> Work item: Each line from the start of the entries through the line that contains "from coatgui.records import" should be output exactly, please.

> The records:
▼

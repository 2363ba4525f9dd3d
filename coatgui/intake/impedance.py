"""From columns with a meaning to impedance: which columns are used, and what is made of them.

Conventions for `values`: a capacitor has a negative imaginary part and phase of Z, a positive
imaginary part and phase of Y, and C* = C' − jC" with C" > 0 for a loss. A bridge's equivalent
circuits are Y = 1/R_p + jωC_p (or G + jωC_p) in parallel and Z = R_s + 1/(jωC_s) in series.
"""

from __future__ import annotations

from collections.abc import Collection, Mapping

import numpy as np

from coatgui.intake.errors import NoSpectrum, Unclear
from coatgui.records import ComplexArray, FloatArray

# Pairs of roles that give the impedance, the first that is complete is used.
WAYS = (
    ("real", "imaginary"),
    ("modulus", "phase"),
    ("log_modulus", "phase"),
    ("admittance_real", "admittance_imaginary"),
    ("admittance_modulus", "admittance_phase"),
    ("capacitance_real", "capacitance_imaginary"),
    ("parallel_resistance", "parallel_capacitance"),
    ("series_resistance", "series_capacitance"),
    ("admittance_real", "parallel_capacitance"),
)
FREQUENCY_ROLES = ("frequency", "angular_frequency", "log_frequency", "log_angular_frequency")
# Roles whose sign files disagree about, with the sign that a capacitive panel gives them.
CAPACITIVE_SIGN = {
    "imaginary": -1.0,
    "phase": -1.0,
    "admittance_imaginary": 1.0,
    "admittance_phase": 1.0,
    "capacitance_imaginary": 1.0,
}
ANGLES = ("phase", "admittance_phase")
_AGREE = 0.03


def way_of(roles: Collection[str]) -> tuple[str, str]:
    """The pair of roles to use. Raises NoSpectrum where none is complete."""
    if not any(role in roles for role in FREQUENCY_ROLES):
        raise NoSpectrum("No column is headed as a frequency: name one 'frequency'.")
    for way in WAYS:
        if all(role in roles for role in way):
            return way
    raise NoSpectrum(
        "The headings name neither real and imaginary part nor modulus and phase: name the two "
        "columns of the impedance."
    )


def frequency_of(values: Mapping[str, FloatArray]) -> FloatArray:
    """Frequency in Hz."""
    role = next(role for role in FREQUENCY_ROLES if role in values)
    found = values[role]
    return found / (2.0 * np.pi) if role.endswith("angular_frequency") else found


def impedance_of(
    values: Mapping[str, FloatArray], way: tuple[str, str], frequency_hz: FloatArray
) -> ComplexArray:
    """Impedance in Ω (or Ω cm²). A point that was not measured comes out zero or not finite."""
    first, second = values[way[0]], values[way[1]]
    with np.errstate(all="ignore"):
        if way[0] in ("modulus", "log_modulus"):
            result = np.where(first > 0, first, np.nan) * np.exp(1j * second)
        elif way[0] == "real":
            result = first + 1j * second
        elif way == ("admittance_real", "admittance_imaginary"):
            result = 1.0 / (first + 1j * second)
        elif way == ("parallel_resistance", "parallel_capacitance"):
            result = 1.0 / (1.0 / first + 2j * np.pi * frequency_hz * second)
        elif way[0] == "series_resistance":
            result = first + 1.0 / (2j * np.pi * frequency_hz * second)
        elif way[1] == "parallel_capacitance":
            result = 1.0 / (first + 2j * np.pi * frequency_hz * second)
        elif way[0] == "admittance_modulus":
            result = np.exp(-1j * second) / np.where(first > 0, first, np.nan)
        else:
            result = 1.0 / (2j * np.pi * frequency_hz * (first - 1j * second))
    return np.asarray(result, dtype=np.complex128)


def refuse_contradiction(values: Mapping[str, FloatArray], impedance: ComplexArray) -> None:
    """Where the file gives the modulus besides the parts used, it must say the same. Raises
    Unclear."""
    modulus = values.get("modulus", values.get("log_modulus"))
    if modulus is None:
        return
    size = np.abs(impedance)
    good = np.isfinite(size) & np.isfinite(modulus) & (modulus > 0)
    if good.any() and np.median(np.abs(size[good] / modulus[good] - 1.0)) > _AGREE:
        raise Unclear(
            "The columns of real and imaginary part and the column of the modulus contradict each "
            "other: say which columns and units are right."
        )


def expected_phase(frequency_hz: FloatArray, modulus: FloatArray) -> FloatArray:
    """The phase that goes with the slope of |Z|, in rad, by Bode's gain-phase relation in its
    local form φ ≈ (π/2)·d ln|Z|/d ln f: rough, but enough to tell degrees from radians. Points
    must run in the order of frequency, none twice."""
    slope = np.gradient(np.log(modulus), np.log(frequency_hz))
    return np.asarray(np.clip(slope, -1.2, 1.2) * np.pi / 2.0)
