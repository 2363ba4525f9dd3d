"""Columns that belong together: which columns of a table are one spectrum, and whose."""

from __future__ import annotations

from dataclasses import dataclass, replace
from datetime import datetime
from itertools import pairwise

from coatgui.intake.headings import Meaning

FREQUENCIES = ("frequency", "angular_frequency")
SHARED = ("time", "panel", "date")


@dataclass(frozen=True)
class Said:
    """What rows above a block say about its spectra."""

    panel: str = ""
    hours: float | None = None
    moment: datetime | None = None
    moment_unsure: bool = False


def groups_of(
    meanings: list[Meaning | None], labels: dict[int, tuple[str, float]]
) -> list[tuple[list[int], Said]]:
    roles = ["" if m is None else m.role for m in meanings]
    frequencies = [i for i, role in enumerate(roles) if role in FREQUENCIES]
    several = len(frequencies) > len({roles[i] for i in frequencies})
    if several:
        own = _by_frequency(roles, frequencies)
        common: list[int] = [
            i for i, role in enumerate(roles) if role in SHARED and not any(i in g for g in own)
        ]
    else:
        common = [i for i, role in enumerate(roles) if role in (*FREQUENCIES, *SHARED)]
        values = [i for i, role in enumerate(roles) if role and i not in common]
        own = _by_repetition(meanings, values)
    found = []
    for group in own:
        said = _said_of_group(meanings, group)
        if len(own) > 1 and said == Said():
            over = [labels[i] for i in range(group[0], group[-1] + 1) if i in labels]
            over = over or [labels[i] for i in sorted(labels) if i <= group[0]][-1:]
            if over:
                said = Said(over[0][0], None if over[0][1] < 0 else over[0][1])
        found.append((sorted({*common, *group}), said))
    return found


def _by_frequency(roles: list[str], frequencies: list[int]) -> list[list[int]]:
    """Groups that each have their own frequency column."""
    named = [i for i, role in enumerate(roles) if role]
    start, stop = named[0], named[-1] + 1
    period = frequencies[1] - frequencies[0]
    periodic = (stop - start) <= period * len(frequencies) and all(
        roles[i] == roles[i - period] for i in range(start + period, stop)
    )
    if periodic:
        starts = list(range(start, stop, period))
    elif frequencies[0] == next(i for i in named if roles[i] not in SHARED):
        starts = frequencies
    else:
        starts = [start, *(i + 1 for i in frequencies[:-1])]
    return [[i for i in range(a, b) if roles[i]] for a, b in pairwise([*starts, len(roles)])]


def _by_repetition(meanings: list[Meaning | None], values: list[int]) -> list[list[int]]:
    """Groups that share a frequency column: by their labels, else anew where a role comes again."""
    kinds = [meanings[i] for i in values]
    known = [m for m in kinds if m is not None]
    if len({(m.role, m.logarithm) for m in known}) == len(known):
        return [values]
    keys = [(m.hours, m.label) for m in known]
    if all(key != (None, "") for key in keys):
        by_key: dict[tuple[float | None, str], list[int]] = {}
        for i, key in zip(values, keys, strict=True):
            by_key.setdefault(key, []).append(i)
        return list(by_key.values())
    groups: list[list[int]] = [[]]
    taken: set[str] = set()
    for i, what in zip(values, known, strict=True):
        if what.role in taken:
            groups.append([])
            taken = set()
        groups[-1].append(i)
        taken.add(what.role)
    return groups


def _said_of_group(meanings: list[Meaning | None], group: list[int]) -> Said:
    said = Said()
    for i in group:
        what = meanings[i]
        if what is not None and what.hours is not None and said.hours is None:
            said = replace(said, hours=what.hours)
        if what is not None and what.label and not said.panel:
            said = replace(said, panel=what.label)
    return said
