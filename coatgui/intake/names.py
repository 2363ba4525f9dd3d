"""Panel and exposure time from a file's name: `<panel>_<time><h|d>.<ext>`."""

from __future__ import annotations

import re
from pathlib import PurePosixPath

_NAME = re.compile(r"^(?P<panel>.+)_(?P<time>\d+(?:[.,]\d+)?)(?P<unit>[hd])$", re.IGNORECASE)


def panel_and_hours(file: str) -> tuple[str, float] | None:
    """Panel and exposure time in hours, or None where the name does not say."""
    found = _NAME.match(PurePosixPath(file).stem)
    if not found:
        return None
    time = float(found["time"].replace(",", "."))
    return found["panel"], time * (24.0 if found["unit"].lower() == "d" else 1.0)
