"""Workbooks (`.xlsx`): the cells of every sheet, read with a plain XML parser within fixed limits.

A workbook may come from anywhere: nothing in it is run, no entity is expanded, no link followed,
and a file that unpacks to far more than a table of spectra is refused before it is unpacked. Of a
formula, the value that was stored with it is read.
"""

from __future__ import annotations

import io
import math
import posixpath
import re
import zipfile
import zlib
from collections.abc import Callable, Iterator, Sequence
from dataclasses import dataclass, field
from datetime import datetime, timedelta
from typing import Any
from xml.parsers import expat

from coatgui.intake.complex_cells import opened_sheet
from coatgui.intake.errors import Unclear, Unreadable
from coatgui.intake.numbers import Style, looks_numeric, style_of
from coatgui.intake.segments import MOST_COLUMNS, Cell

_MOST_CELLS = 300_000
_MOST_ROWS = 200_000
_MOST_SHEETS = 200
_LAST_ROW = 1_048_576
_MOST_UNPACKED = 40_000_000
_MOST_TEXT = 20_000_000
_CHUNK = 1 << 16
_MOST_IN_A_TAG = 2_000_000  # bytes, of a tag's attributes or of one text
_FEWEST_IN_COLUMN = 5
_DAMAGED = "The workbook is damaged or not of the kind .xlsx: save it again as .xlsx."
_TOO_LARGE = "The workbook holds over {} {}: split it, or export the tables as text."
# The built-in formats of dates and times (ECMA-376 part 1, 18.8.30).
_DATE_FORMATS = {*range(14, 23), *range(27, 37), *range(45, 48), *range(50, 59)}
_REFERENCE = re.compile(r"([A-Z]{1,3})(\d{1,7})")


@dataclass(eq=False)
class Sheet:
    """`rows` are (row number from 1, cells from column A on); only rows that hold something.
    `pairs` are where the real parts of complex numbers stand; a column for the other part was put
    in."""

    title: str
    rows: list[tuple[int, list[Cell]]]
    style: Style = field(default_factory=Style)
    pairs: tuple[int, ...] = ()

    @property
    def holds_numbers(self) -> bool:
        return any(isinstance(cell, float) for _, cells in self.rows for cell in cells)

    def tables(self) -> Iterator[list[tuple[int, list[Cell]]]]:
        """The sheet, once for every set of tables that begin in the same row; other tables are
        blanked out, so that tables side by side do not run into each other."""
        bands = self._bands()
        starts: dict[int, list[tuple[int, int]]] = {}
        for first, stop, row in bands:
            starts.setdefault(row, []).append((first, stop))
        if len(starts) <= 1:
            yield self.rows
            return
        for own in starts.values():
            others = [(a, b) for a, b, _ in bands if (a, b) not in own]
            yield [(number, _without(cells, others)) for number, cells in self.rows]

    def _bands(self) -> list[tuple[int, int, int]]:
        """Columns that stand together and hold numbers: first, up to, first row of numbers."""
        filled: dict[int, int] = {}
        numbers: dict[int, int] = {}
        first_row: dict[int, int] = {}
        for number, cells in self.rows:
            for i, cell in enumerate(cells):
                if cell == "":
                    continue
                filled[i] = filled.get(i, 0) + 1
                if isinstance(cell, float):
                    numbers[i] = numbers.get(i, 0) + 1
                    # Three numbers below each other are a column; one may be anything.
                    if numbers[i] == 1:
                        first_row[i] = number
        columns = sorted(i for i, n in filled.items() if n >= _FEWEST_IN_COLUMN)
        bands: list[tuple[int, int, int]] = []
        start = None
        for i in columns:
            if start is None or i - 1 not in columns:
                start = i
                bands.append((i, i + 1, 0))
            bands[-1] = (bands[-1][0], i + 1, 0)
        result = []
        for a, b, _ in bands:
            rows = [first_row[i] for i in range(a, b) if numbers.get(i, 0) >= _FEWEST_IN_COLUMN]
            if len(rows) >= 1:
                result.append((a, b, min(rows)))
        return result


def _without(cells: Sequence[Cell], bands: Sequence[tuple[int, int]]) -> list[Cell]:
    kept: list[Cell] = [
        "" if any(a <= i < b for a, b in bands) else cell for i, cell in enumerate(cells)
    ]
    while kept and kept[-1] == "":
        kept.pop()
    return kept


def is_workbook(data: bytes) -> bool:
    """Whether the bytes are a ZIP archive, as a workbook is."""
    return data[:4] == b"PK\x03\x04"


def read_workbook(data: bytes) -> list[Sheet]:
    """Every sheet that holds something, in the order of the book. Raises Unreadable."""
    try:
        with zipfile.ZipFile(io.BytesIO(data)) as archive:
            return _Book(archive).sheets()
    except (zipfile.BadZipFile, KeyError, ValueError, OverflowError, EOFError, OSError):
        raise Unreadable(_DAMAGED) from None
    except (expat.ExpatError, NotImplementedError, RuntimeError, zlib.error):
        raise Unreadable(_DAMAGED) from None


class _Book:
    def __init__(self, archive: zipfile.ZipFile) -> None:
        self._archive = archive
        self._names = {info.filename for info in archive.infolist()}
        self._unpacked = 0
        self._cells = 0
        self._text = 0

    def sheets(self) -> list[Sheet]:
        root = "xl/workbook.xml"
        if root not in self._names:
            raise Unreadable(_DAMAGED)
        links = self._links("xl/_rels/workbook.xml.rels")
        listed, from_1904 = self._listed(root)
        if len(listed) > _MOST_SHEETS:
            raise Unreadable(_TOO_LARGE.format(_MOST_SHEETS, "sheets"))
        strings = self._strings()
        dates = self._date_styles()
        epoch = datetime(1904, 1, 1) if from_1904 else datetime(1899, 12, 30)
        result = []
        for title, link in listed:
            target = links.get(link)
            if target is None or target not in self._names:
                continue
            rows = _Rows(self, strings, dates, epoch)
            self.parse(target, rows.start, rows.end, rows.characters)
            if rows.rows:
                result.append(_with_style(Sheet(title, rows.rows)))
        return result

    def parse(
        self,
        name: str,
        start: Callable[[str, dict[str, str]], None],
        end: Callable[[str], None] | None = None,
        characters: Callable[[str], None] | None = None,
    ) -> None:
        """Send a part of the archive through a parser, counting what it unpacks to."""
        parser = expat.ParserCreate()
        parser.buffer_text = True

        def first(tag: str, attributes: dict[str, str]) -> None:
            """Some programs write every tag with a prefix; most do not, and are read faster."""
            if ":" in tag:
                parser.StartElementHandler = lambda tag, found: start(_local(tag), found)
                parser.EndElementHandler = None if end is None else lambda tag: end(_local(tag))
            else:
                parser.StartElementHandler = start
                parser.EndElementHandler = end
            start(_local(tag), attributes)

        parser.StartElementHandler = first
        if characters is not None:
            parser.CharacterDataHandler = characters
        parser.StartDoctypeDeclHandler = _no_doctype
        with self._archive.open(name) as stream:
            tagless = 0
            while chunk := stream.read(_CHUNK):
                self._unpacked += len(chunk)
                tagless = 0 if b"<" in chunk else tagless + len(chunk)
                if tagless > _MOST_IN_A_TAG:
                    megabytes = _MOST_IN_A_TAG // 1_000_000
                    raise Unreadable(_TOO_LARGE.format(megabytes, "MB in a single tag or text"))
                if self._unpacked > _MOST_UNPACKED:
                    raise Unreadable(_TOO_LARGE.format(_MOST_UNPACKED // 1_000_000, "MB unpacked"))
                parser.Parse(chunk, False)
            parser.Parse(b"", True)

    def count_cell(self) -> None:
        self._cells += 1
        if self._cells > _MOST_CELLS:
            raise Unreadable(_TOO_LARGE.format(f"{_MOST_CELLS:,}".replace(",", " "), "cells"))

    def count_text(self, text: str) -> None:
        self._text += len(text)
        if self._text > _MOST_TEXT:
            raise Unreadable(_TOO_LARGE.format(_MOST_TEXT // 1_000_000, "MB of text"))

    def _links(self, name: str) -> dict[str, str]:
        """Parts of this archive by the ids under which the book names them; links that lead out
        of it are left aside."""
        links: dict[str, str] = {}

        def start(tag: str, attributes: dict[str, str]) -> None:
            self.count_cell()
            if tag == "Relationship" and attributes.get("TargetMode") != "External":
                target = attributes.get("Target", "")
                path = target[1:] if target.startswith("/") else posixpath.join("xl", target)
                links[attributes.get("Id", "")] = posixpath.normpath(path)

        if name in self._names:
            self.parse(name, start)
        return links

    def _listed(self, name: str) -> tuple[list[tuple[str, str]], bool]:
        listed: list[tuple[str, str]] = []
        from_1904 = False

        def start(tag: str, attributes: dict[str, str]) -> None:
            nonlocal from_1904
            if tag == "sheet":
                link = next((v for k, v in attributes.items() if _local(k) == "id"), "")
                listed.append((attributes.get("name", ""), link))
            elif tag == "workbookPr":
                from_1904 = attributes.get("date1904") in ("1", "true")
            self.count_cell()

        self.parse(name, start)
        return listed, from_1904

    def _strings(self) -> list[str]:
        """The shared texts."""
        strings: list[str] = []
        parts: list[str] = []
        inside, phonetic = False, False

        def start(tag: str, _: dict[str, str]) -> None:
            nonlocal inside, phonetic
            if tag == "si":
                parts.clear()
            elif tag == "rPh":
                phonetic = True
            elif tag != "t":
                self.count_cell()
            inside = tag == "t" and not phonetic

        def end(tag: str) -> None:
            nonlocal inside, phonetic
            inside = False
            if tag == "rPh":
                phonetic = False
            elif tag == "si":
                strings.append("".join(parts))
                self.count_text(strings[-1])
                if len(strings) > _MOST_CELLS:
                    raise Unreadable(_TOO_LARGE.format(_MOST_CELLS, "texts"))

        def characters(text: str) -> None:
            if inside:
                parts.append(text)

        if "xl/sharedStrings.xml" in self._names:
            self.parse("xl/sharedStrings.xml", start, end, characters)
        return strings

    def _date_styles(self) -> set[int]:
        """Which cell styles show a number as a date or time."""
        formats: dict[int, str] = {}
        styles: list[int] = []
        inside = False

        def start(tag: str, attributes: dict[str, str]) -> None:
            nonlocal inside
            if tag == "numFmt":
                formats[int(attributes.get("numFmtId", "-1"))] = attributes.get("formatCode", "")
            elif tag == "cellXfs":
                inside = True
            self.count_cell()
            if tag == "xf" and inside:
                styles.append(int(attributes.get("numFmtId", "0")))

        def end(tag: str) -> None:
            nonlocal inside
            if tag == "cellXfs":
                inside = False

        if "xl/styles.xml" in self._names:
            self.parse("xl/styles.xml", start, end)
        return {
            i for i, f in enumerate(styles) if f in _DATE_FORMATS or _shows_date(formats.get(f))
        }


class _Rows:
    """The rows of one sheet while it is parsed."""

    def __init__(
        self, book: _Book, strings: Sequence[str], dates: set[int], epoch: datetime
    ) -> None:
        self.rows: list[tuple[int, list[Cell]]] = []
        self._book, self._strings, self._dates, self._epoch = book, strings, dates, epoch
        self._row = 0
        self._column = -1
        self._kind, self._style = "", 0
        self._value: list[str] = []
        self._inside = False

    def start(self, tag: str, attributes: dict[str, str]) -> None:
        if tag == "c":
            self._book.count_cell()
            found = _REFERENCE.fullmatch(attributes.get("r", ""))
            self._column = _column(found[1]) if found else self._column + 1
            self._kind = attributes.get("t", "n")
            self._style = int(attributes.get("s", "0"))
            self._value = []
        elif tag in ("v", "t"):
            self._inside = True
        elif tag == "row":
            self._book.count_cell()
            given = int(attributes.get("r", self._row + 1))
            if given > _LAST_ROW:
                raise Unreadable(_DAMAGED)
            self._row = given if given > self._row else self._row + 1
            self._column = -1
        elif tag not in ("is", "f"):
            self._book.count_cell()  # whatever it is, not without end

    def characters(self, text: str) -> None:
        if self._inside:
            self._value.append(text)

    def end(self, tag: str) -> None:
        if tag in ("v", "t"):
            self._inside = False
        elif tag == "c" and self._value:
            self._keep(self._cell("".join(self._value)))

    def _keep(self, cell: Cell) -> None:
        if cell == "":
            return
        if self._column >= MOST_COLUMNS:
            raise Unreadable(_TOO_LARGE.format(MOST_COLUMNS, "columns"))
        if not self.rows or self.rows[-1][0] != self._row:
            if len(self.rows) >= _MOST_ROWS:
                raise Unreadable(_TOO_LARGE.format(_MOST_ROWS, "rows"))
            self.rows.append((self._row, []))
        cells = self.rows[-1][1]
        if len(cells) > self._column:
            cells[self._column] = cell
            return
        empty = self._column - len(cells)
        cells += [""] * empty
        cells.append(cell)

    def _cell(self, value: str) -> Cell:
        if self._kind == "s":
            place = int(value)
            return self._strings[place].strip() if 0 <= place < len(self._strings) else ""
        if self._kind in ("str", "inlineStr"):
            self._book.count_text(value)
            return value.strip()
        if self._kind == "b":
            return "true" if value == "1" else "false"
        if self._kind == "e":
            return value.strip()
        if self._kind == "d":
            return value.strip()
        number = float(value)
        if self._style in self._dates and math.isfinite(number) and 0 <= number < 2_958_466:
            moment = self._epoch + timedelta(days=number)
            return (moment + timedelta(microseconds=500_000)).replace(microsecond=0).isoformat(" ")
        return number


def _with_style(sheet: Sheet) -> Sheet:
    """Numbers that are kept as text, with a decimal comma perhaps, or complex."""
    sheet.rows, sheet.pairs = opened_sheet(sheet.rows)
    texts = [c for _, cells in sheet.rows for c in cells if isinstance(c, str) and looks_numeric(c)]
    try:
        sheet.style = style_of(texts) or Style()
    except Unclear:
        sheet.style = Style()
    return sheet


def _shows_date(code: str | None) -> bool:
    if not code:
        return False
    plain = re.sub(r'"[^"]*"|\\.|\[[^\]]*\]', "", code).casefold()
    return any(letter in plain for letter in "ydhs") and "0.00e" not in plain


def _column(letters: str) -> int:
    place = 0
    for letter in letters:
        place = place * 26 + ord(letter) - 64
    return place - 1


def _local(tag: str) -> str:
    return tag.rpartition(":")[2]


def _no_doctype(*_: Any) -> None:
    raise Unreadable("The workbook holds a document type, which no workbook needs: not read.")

▲

> Answer section:
repository 2363ba4525f9dd3d
filename coatgui/intake/impedance.py
"""From columns with a meaning to impedance: which columns are used, and what is made of them.

Conventions for `values`: a capacitor has a negative imaginary part and phase of Z, a positive
imaginary part and phase of Y, and C* = C' − jC" with C" > 0 for a loss. A bridge's equivalent
circuits are Y = 1/R_p + jωC_p (or G + jωC_p) in parallel and Z = R_s + 1/(jωC_s) in series.
"""

from __future__ import annotations

from collections.abc import Collection, Mapping

import numpy as np

from coatgui.intake.errors import NoSpectrum, Unclear
from coatgui.records import ComplexArray, FloatArray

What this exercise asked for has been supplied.